Leaves from the parents and F2 progeny was used to extract DNA. This was performed on the BioSprint 96 platform (Qiagen) using the BioSprint 96 DNA Plant Kit (Qiagen) following the method described in our previous study32. DNA of 51 toxic samples, 30 non-toxic individual samples, 1 toxic parent and 1 non-toxic parent were used downstream for sequencing.

Library preparation for whole genome sequencing

Sequencing libraries were prepared by using TruSeq DNA HT Kit (cat# FC-121-2003, Illumina). The standard protocol recommended by the company was followed for library preparation. The quality and molarity of the libraries was evaluated by TapeStation (Agilent Technologies). Bulks were composed of 51 and 30 normalized DNA samples for the toxic and non-toxic bulks, respectively. Parental DNA samples were barcoded individually. All the samples were sequenced on the HiSeq2500 system (Illumina) using paired-read technology of 100 bp.

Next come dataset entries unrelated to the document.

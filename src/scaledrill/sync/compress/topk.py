"""Top-k sparsification: each worker sends its k largest-magnitude entries.

Stich, Cordonnier, Jaggi 2018, "Sparsified SGD with Memory"; Lin et al. 2018,
"Deep Gradient Compression". Biased: use it with error feedback
(`sync.error_feedback: true`), which carries the dropped mass to later steps.

Steps, per worker, over its whole flat gradient (not per bucket or layer):
1. k = `sync.count`, or ceil(`sync.fraction` · n);
2. keep the k entries of largest |g|, zero the rest;
3. send k values and k 4-byte indices.

Tuning: 0.1 %–1 % with error feedback is the usual range (common practice).
"""

import math
from dataclasses import dataclass

import torch

from scaledrill.sync.compress import Out, Stateless, dense_bytes


def keep_count(n: int, fraction: float, count: int | None) -> int:
    k = count if count is not None else math.ceil(fraction * n)
    return max(1, min(n, k))


@dataclass(frozen=True)
class TopK(Stateless):
    fraction: float = 0.01
    count: int | None = None

    def update(self, x, state, rnd):
        n = x.shape[1]
        k = keep_count(n, self.fraction, self.count)
        idx = x.abs().topk(k, dim=1, sorted=False).indices  # 2.
        sent = torch.zeros_like(x).scatter_(1, idx, x.gather(1, idx))
        return Out(rnd.mean(sent), sent, k * (dense_bytes(1, x.dtype) + 4)), state  # 3.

SNP Identification and mapping analysis

All the sequenced reads were checked for their quality using FastQC v0.11.433. The sequenced reads were then aligned to the reference genome from Kazusa DNA Research Institute (Version 4.5; http://www.kazusa.or.jp/jatropha/) using bowtie2 v2.2.1-034 and the alignment files were further processed with SAMtools v1.435. PCR duplicates were marked using Picard tools v2.636. Variant calling was done using bcftools call v1.437. SNP identification was done considering the following four groups: toxic parental; non-toxic parental; toxic bulk and non-toxic bulk. Only homozygous SNPs present with different allelic status between the parents were selected. For bulk segregant analysis, among the selected SNPs only those segregating with the parental non-toxic allele frequency >0.95 in the non-toxic bulk (expected = 1.00) and <0.50 in the toxic bulk (expected = 0.33) were selected. For the SNPs segregating between the bulks, which are the candidate SNPs linked to the gene(s) of interest, sequences harboring the SNPs were mapped against Kasuza scaffolds (Version 4.5; http://www.kazusa.or.jp/jatropha/) and the newly developed draft genome by Wu et al.11 to identify their genomic locations using BLAST38. The physical location of toxicity related SNPs on Wu et al.’s genome was visualized using a customized R script.

Association study

For association study, a collection of 672 F2 plants comprising toxic and non-toxic plants were genotyped with discovered SNPs using the Quant Studio 12 K Flex Real Time PCR System and OpenArray platform (Life Technologies). Sample preparation and loading methods were performed following the method described previously39. Selected SNPs showing best discrimination were further genotyped using PyroMark Q48 Advance Reagents on the PyroMark Q48 (Qiagen) on a collection of 602 F2 plants and 96 plants of diverse germplasm. PCR and sequencing primers were developed using the PyroMark Assay Design Software 2.0.1.15 (Qiagen). The following thermal cycling conditions were used: 15 min at 95 °C, followed by 45 cycles of 30 s at 94 °C, 30 s at 60 °C, 30 s at 72 °C and 10 min at 72 °C. Sequence analysis was performed using the PyroMark Q48 Autoprep software (Version 2.4.2) in the Allele Quantification mode. The association between three SNP genotypes and toxicity character was tested by fitting one SNP at a time in a linear regression model. The model fit between each SNP genotype and phorbol ester content was then estimated using the program Statistica v.13.0 (Statsoft, Dell).